Se situant à l’intersection de la régulation légitime et de l’arbitraire, la censure est parfois justifiée par la protection des mineur·es ou la lutte contre la désinformation et la haine en ligne. Dans ses exemples les plus flagrants, et identifiés historiquement (Martin, 2022), la censure a servi d’outil de répression politique et de manipulation de l’opinion. Dans d’autres cas, elle permet de mettre en place les protections nécessaires à un public vulnérable (cf. les restrictions d’accès à des contenus pornographiques pour les mineur·es). Il peut alors devenir difficile de distinguer la censure d’une modération nécessaire. Les cadres juridiques qui encadrent ces pratiques en France, en Europe et aux États-Unis sont constamment remis en question. La loi française contre les fake news de décembre 2018 ou le Digital Services Act européen d’octobre 2022 illustrent ces tensions, tout comme les débats récurrents autour de la modération des réseaux sociaux, de Twitter-X à Facebook (Badouard, 2022).

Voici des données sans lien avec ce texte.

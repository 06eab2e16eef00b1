// A data file's rows as cells under named columns, each row with the line it starts on, before
// any meaning is given to a column. CSV goes through csv-parse (a header line of names, then one
// record a line, quoted fields may span lines); JSONL is one JSON object a line, whose first
// line's keys are the columns. An empty cell (CSV) or a null, absent or empty value (JSONL) is
// null: a missing value, which the table decides about (data-file-table.ts).

import { parse } from 'csv-parse/sync';
import { dataFileError } from './data-file-error.js';

export type DataFileFormat = 'csv' | 'jsonl';

/** A cell as the file gives it; null when it is missing. */
export type Cell = string | number | boolean | null;

export interface DataFileRow {
  /** 1-based line of the file the row starts on */
  line: number;
  /** one per column, in column order */
  cells: Cell[];
}

export interface DataFileRecords {
  file: string;
  /** 1-based line of the column names (CSV: the header; JSONL: the first object) */
  headerLine: number;
  columns: string[];
  rows: DataFileRow[];
}

function checkColumnNames(file: string, line: number, columns: readonly string[]): void {
  if (columns.length === 0) throw dataFileError({ file, line }, 'the header names no column');
  columns.forEach((name, c) => {
    if (name === '')
      throw dataFileError({ file, line, column: { number: c + 1 } }, 'a column without a name');
    if (columns.indexOf(name) !== c)
      throw dataFileError(
        { file, line, column: { number: c + 1, name } },
        `the column name is also column ${columns.indexOf(name) + 1}'s`,
      );
  });
}

interface CsvParseFailure {
  code?: string;
  message: string;
  lines?: number;
}

/** Newlines inside a record's quoted fields: the record starts that many lines before it ends. */
function newlinesIn(fields: readonly string[]): number {
  let count = 0;
  for (const field of fields) for (const ch of field) if (ch === '\n') count++;
  return count;
}

export function readCsvRecords(file: string, text: string): DataFileRecords {
  let parsed: { record: string[]; info: { lines: number } }[];
  try {
    parsed = parse(text, {
      bom: true,
      info: true,
      trim: true,
      skip_empty_lines: true,
      // Row lengths are checked below, to name the row's line and the header's length.
      relax_column_count: true,
    }) as unknown as { record: string[]; info: { lines: number } }[];
  } catch (error) {
    const failure = error as CsvParseFailure;
    throw dataFileError(
      failure.lines === undefined ? { file } : { file, line: failure.lines },
      `not CSV (${failure.code ?? 'parse error'}: ${failure.message})`,
    );
  }
  if (parsed.length === 0) throw dataFileError({ file }, 'the file is empty');
  const startLine = (entry: (typeof parsed)[number]): number =>
    entry.info.lines - newlinesIn(entry.record);
  const header = parsed[0];
  const columns = header.record;
  checkColumnNames(file, startLine(header), columns);
  const rows = parsed.slice(1).map((entry): DataFileRow => {
    const line = startLine(entry);
    const fields = entry.record;
    if (fields.length !== columns.length) {
      const column =
        fields.length < columns.length
          ? { number: fields.length + 1, name: columns[fields.length] }
          : { number: columns.length + 1 };
      throw dataFileError(
        { file, line, column },
        `a ragged row: ${fields.length} fields, the header has ${columns.length} columns`,
      );
    }
    return { line, cells: fields.map((field) => (field === '' ? null : field)) };
  });
  return { file, headerLine: startLine(header), columns, rows };
}

/** The 1-based column of a JSON.parse failure on `line`, as far as its message tells it. */
function jsonErrorColumn(message: string, line: string): number {
  const position = /at position (\d+)/.exec(message);
  if (position !== null) return Number(position[1]) + 1;
  const token = /Unexpected token '(.)'/.exec(message);
  if (token !== null && line.includes(token[1])) return line.indexOf(token[1]) + 1;
  return line.length + 1;
}

function jsonCell(value: unknown): Cell | undefined {
  if (value === null || value === undefined || value === '') return null;
  if (typeof value === 'string' || typeof value === 'number' || typeof value === 'boolean')
    return value;
  return undefined;
}

export function readJsonlRecords(file: string, text: string): DataFileRecords {
  const lines = text.replace(/^\uFEFF/, '').split('\n');
  let columns: string[] | null = null;
  let headerLine = 0;
  const rows: DataFileRow[] = [];
  lines.forEach((raw, index) => {
    const lineText = raw.endsWith('\r') ? raw.slice(0, -1) : raw;
    if (lineText.trim() === '') return;
    const line = index + 1;
    let value: unknown;
    try {
      value = JSON.parse(lineText);
    } catch (error) {
      const message = (error as Error).message;
      throw dataFileError(
        { file, line, column: { number: jsonErrorColumn(message, lineText) } },
        `bad JSON (${message})`,
      );
    }
    if (value === null || typeof value !== 'object' || Array.isArray(value))
      throw dataFileError({ file, line }, 'expected a JSON object on the line');
    const record = value as Record<string, unknown>;
    if (columns === null) {
      columns = Object.keys(record);
      headerLine = line;
      checkColumnNames(file, line, columns);
    }
    const cells = columns.map((name, c) => {
      const cell = jsonCell(record[name]);
      if (cell === undefined)
        throw dataFileError(
          { file, line, column: { number: c + 1, name } },
          'a nested object or list, where a value was expected',
        );
      return cell;
    });
    rows.push({ line, cells });
  });
  if (columns === null) throw dataFileError({ file }, 'the file is empty');
  return { file, headerLine, columns, rows };
}

export function readDataFileRecords(
  file: string,
  text: string,
  format: DataFileFormat,
): DataFileRecords {
  return format === 'csv' ? readCsvRecords(file, text) : readJsonlRecords(file, text);
}
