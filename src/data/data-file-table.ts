// A data file's rows given meaning by its scenario: the target (a number, or a class label
// numbered in sorted order), the feature columns (numbers, or categories one-hot encoded with
// their values in sorted order, so that the encoding does not depend on row order), and the key
// whose values become clients. A row with a missing feature or target is refused or dropped and
// counted, as the scenario says; a row without a key is always refused, since it belongs to no
// client. Scaling and the intercept come after (file-pool.ts), over the training rows.

import { DATA_FILE_LIMITS } from '../scenario/schema.js';
import { dataFileError } from './data-file-error.js';
import type { Cell, DataFileRecords, DataFileRow } from './data-file-records.js';

export interface DataFileColumns {
  target: string;
  features: string[] | { allBut: string[] };
  categorical: string[];
  /** the natural split's column, or null */
  key: string | null;
  missing: 'refuse' | 'drop';
  /** real: least squares; label: a classifier's class */
  targetKind: 'real' | 'label';
}

export interface DataFileTable {
  file: string;
  /** rows in the file, dropped ones included */
  fileRowCount: number;
  /** rows dropped for a missing feature or target (missing: drop) */
  droppedRowCount: number;
  sampleCount: number;
  /** one per feature column; a categorical column's are "column=value" */
  featureNames: string[];
  /** per feature column: true for a number, false for a category's 0/1 column */
  numeric: boolean[];
  /** sampleCount x featureNames.length, row-major */
  features: Float64Array;
  /** a real value, or the class index into classNames */
  targets: Float64Array;
  /** label targets: the labels in sorted order; real targets: empty */
  classNames: string[];
  /** the key's value of every kept row, or undefined without a key */
  keys: string[] | undefined;
  /** the 1-based file line of every kept row */
  lines: Uint32Array;
}

const NUMBER_PATTERN = /^[+-]?(\d+\.?\d*|\.\d+)([eE][+-]?\d+)?$/;

/** A cell as a finite number, or null when it is not one. */
function numberOf(cell: Exclude<Cell, null>): number | null {
  if (typeof cell === 'number') return Number.isFinite(cell) ? cell : null;
  if (typeof cell !== 'string' || !NUMBER_PATTERN.test(cell)) return null;
  const value = Number(cell);
  return Number.isFinite(value) ? value : null;
}

function sortedDistinct(values: Iterable<string>): string[] {
  return [...new Set(values)].sort();
}

class ColumnFinder {
  constructor(private readonly records: DataFileRecords) {}

  indexOf(name: string, field: string): number {
    const c = this.records.columns.indexOf(name);
    if (c < 0)
      throw dataFileError(
        { file: this.records.file, line: this.records.headerLine },
        `no column "${name}" (${field}); the columns are ${this.records.columns.join(', ')}`,
      );
    return c;
  }
}

function featureColumnNames(records: DataFileRecords, spec: DataFileColumns): string[] {
  if (Array.isArray(spec.features)) return spec.features;
  const excluded = new Set([...spec.features.allBut, spec.target]);
  if (spec.key !== null) excluded.add(spec.key);
  const features = records.columns.filter((name) => !excluded.has(name));
  if (features.length === 0)
    throw dataFileError(
      { file: records.file, line: records.headerLine },
      `data.features.allBut leaves no feature column; the columns are ${records.columns.join(', ')}`,
    );
  return features;
}

interface KeptRow {
  line: number;
  /** a number per numeric feature, a category per categorical one */
  values: (number | string)[];
  target: number | string;
  key: string | null;
}

/** The table of `records` as `spec` reads them; throws E_DATA_FILE naming file, line and column. */
export function dataFileTable(records: DataFileRecords, spec: DataFileColumns): DataFileTable {
  const { file, columns } = records;
  const finder = new ColumnFinder(records);
  const targetColumn = finder.indexOf(spec.target, 'data.target');
  const keyColumn = spec.key === null ? -1 : finder.indexOf(spec.key, 'data.partition.key');
  if (!Array.isArray(spec.features))
    for (const name of spec.features.allBut) finder.indexOf(name, 'data.features.allBut');
  const featureNames = featureColumnNames(records, spec);
  const featureColumns = featureNames.map((name) => finder.indexOf(name, 'data.features'));
  const categorical = featureNames.map((name) => spec.categorical.includes(name));

  const place = (row: DataFileRow, c: number) => ({
    file,
    line: row.line,
    column: { number: c + 1, name: columns[c] },
  });
  const numberAt = (row: DataFileRow, c: number, cell: Exclude<Cell, null>, what: string) => {
    const value = numberOf(cell);
    if (value === null)
      throw dataFileError(
        place(row, c),
        `${JSON.stringify(cell)} is not a number (${what}${what === 'a feature' ? `; list the column in data.categorical if it holds categories` : ''})`,
      );
    return value;
  };

  const kept: KeptRow[] = [];
  let dropped = 0;
  for (const row of records.rows) {
    let key: string | null = null;
    if (keyColumn >= 0) {
      const cell = row.cells[keyColumn];
      if (cell === null)
        throw dataFileError(place(row, keyColumn), 'an empty key: every row must name its client');
      key = String(cell);
    }
    const needed = [targetColumn, ...featureColumns];
    const missingAt = needed.find((c) => row.cells[c] === null);
    if (missingAt !== undefined) {
      if (spec.missing === 'refuse')
        throw dataFileError(
          place(row, missingAt),
          'a missing value (data.missing is "refuse"; "drop" drops and counts such rows)',
        );
      dropped++;
      continue;
    }
    const targetCell = row.cells[targetColumn] as Exclude<Cell, null>;
    const target =
      spec.targetKind === 'real'
        ? numberAt(row, targetColumn, targetCell, 'a least-squares target')
        : String(targetCell);
    const values = featureColumns.map((c, f) => {
      const cell = row.cells[c] as Exclude<Cell, null>;
      return categorical[f] ? String(cell) : numberAt(row, c, cell, 'a feature');
    });
    kept.push({ line: row.line, values, target, key });
  }
  if (kept.length === 0)
    throw dataFileError(
      { file },
      records.rows.length === 0 ? 'no rows after the header' : 'every row misses a value',
    );

  const levels = featureColumns.map((c, f) => {
    if (!categorical[f]) return [];
    const values = sortedDistinct(kept.map((row) => row.values[f] as string));
    if (values.length > DATA_FILE_LIMITS.levelsMax)
      throw dataFileError(
        { file, line: records.headerLine, column: { number: c + 1, name: columns[c] } },
        `${values.length} distinct values, above the limit of ${DATA_FILE_LIMITS.levelsMax} for a categorical column`,
      );
    return values;
  });
  const expandedNames: string[] = [];
  const numeric: boolean[] = [];
  featureNames.forEach((name, f) => {
    if (!categorical[f]) {
      expandedNames.push(name);
      numeric.push(true);
      return;
    }
    for (const level of levels[f]) {
      expandedNames.push(`${name}=${level}`);
      numeric.push(false);
    }
  });

  const width = expandedNames.length;
  const classNames =
    spec.targetKind === 'label' ? sortedDistinct(kept.map((row) => row.target as string)) : [];
  const classOf = new Map(classNames.map((name, c) => [name, c]));
  const levelOf = levels.map((values) => new Map(values.map((value, l) => [value, l])));
  const features = new Float64Array(kept.length * width);
  const targets = new Float64Array(kept.length);
  const lines = new Uint32Array(kept.length);
  kept.forEach((row, s) => {
    let j = s * width;
    row.values.forEach((value, f) => {
      if (!categorical[f]) {
        features[j++] = value as number;
        return;
      }
      features[j + (levelOf[f].get(value as string) as number)] = 1;
      j += levels[f].length;
    });
    targets[s] =
      spec.targetKind === 'real'
        ? (row.target as number)
        : (classOf.get(row.target as string) as number);
    lines[s] = row.line;
  });
  return {
    file,
    fileRowCount: records.rows.length,
    droppedRowCount: dropped,
    sampleCount: kept.length,
    featureNames: expandedNames,
    numeric,
    features,
    targets,
    classNames,
    keys: keyColumn >= 0 ? kept.map((row) => row.key as string) : undefined,
    lines,
  };
}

Les actions des plateformes numériques (GAFAM - Google, Apple, Facebook, Amazon, Microsoft - et d’autres telles que Tik-Tok ou Twitter-X) et les décisions des États jouent un rôle majeur dans la définition des conditions de production et d’accès à l’information. Les capacités du numérique à contrôler la diffusion de l’information, l’opacité des algorithmes, les politiques de modération controversées ou les outils de filtrage complet (cf. le ‘Grand Firewall’ en Chine) soulèvent des questions essentielles : qui décide de ce qui est visible ou invisible ? De quelles voies disposent alors les citoyen·nes, les journalistes et les chercheur·es pour remettre en question ou contourner ces mécanismes ?

La censure est souvent présentée comme l’antithèse de la liberté d’expression, un droit considéré comme garanti par les États démocratiques. Pourtant, dans un contexte de polarisation sociale et politique, de multiplication des discours de haine et de dérégulation des plateformes numériques, certain·es appellent à un encadrement plus strict. Ces impératifs contradictoires peuvent être difficiles à concilier. Les discussions récentes autour de la proposition de loi européenne ‘ChatControl’ (2022), qui imposerait aux fournisseurs de messageries chiffrées de scanner l’ensemble des messages échangés dans le but de lutter contre la pédo-criminalité, ont souligné les conséquences et les dérives possibles d’un projet de loi pouvant être appliqué au-delà de son cadre initial. Ces débats font ressortir à la fois les risques d’une société sans garde-fou ou, à l’inverse, d’une société hyper-contrôlée.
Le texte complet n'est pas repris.